_Work item_: Go through the data and copy each line that holds "join".

_Supplied material_:
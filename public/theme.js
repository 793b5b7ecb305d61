// Before the first paint: the room one was in last, in the theme that the person chose. Keys as in src/lib/theme.ts.
(() => {
  let room = 'floor';
  let choice = 'room';
  try {
    room = localStorage.getItem('tapeline.room') === 'desk' ? 'desk' : 'floor';
    choice = localStorage.getItem('tapeline.theme') ?? 'room';
  } catch {
    // storage is switched off: every visit starts on the floor, in its own theme
  }
  const theme = choice === 'light' || choice === 'dark' ? choice : room === 'desk' ? 'light' : 'dark';
  document.documentElement.dataset.room = room;
  document.documentElement.dataset.theme = theme;
})();
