import { existsSync } from 'node:fs';
import { join } from 'node:path';
import compression from 'compression';
import express, { type Express, Router } from 'express';
import helmet from 'helmet';
import pg from 'pg';
import type { Config } from './config';
import { refuseCrossSite } from './middleware/crossSite';
import { answerError, answerNotFound } from './middleware/errors';
import { openLimits } from './middleware/limits';
import { type Log, requestLog } from './middleware/log';
import './middleware/request';
import { signInLayers } from './middleware/signIn';
import { allRoutes, unanswered } from './routes/all';
import { healthRoutes } from './routes/health';
import { LiveHub } from './routes/liveHub';
import { serveMedia } from './routes/media';
import { openApiDocument } from './routes/openapi';
import { store } from './services/context';

export type App = { express: Express; close(): Promise<void> };

/** The web process without its listener; the database and the services are connected before. */
export async function createApp(config: Config, log: Log): Promise<App> {
  const missing = unanswered();
  if (missing.length > 0) throw new Error(`No route answers: ${missing.join(', ')}.`);

  const pool = new pg.Pool({ connectionString: config.databaseUrl, max: 4 });
  pool.on('error', (error) => log.warn({ err: error }, 'sign-in pool'));
  const hub = new LiveHub(config.databaseUrl, log);
  await hub.listen();
  const rateLimits = openLimits(pool);

  const app = express();
  app.disable('x-powered-by');
  app.set('trust proxy', config.trustedProxies);
  app.set('query parser', 'simple');
  app.locals.liveHub = hub;
  app.locals.publicUrl = config.publicUrl;

  app.use(requestLog(log));
  app.use(securityHeaders(config));
  app.use(healthRoutes(config.metricsToken));
  app.get('/m/:expiry/:signature/:teamId/:ownerId/:name', serveMedia(config.mediaSecret));
  app.use(
    compression({ filter: (req, res) => req.headers.accept !== 'text/event-stream' && compression.filter(req, res) }),
  );

  const api = Router();
  const openApi = openApiDocument();
  api.get('/openapi.json', (_req, res) => {
    res.json(openApi);
  });
  api.use(refuseCrossSite(config.publicUrl));
  api.use(signInLayers(config, pool, rateLimits));
  for (const route of allRoutes) route.mount(api, rateLimits);
  api.use(answerNotFound);
  app.use('/api', api);

  serveClient(app, config.clientDir);
  app.use(answerNotFound);
  app.use(answerError);

  return {
    express: app,
    async close() {
      await hub.close();
      await pool.end();
    },
  };
}

function securityHeaders(config: Config) {
  const storeOrigin = store().publicOrigin;
  return helmet({
    contentSecurityPolicy: {
      useDefaults: false,
      directives: {
        defaultSrc: ["'self'"],
        scriptSrc: ["'self'"],
        styleSrc: ["'self'"],
        // sizes and positions that code computes
        styleSrcAttr: ["'unsafe-inline'"],
        imgSrc: ["'self'", 'data:', 'blob:'],
        mediaSrc: ["'self'", 'blob:'],
        fontSrc: ["'self'", 'data:'],
        workerSrc: ["'self'", 'blob:'],
        connectSrc: ["'self'", ...(storeOrigin ? [storeOrigin] : [])],
        objectSrc: ["'none'"],
        baseUri: ["'none'"],
        formAction: ["'self'"],
        frameAncestors: ["'none'"],
      },
    },
    // ASVS 5.0 3.4.1: at least a year; on http it would be ignored
    strictTransportSecurity: config.https ? { maxAge: 31_536_000, includeSubDomains: true } : false,
    referrerPolicy: { policy: 'no-referrer' },
    crossOriginResourcePolicy: { policy: 'same-origin' },
  });
}

/** The built client: files with a hash in their name for ever, the page itself asked for anew. */
function serveClient(app: Express, dir: string | undefined): void {
  if (!dir || !existsSync(join(dir, 'index.html'))) return;
  app.use(
    '/assets',
    express.static(join(dir, 'assets'), { immutable: true, maxAge: '1y', fallthrough: false, index: false }),
  );
  app.use(express.static(dir, { index: false, maxAge: '1h', redirect: false, dotfiles: 'ignore' }));
  app.get(/^\/(?!api\/|m\/|metrics).*/, (req, res, next) => {
    if (!req.accepts('html')) return next();
    res.setHeader('Cache-Control', 'no-cache');
    res.sendFile(join(dir, 'index.html'));
  });
}
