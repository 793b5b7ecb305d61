import { z } from 'zod';

/** The environment, parsed once at boot; a wrong value stops the process with one clear line. Secrets have no defaults. */
const Environment = z.object({
  NODE_ENV: z.enum(['development', 'production', 'test']).default('production'),
  HOST: z.string().default('127.0.0.1'),
  PORT: z.coerce.number().int().min(0).max(65535).default(4310),
  /** where browsers reach the product; decides on secure cookies and on the links in mail */
  PUBLIC_URL: z.url({ protocol: /^https?$/ }).optional(),
  /** how many balancers stand in front, so that addresses are counted right */
  TRUSTED_PROXIES: z.coerce.number().int().min(0).max(10).default(0),
  DATABASE_URL: z.url({ protocol: /^postgres(ql)?$/ }),
  DATABASE_POOL: z.coerce.number().int().min(1).max(100).default(10),
  S3_ENDPOINT: z.url({ protocol: /^https?$/ }).optional(),
  /** where browsers reach the store, when that is another address */
  S3_PUBLIC_ENDPOINT: z.url({ protocol: /^https?$/ }).optional(),
  S3_REGION: z.string().min(1).default('us-east-1'),
  S3_BUCKET: z.string().min(3),
  S3_ACCESS_KEY_ID: z.string().min(1),
  S3_SECRET_ACCESS_KEY: z.string().min(1),
  SMTP_URL: z.url({ protocol: /^smtps?$/ }),
  MAIL_FROM: z.string().min(3).default('Tapeline <tapeline@localhost>'),
  SESSION_SECRET: z.string().min(32, 'at least 32 characters'),
  MEDIA_SECRET: z.string().min(32, 'at least 32 characters'),
  METRICS_TOKEN: z.string().min(16).optional(),
  LOG_LEVEL: z.enum(['fatal', 'error', 'warn', 'info', 'debug', 'silent']).default('info'),
  /** jobs at once in one worker process; ffmpeg takes a core each */
  WORKER_JOBS: z.coerce.number().int().min(1).max(32).default(2),
  CLIENT_DIR: z.string().optional(),
});

export type Config = ReturnType<typeof readConfig>;

/** @throws Error with one line that names each wrong variable */
export function readConfig(env: Record<string, string | undefined>) {
  const given = Object.fromEntries(Object.entries(env).filter(([, value]) => value !== undefined && value !== ''));
  const read = Environment.safeParse(given);
  if (!read.success) {
    const faults = read.error.issues.map((issue) => `${issue.path.join('.')}: ${issue.message}`);
    throw new Error(`Configuration: ${faults.join('; ')}`);
  }
  const e = read.data;
  const publicUrl = (e.PUBLIC_URL ?? `http://${e.HOST}:${e.PORT}`).replace(/\/+$/, '');
  return {
    production: e.NODE_ENV === 'production',
    host: e.HOST,
    port: e.PORT,
    publicUrl,
    https: publicUrl.startsWith('https:'),
    trustedProxies: e.TRUSTED_PROXIES,
    databaseUrl: e.DATABASE_URL,
    databasePool: e.DATABASE_POOL,
    store: {
      endpoint: e.S3_ENDPOINT,
      publicEndpoint: e.S3_PUBLIC_ENDPOINT ?? e.S3_ENDPOINT,
      region: e.S3_REGION,
      bucket: e.S3_BUCKET,
      accessKeyId: e.S3_ACCESS_KEY_ID,
      secretAccessKey: e.S3_SECRET_ACCESS_KEY,
    },
    mail: { url: e.SMTP_URL, from: e.MAIL_FROM },
    sessionSecret: e.SESSION_SECRET,
    mediaSecret: e.MEDIA_SECRET,
    metricsToken: e.METRICS_TOKEN,
    logLevel: e.LOG_LEVEL,
    workerJobs: e.WORKER_JOBS,
    clientDir: e.CLIENT_DIR,
  };
}

export type StoreConfig = Config['store'];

_Finished exercise_:
import { join } from 'node:path';
  if (missing.length > 0) throw new Error(`No route answers: ${missing.join(', ')}.`);
  if (!dir || !existsSync(join(dir, 'index.html'))) return;
    express.static(join(dir, 'assets'), { immutable: true, maxAge: '1y', fallthrough: false, index: false }),
    res.sendFile(join(dir, 'index.html'));
    const faults = read.error.issues.map((issue) => `${issue.path.join('.')}: ${issue.message}`);
    throw new Error(`Configuration: ${faults.join('; ')}`);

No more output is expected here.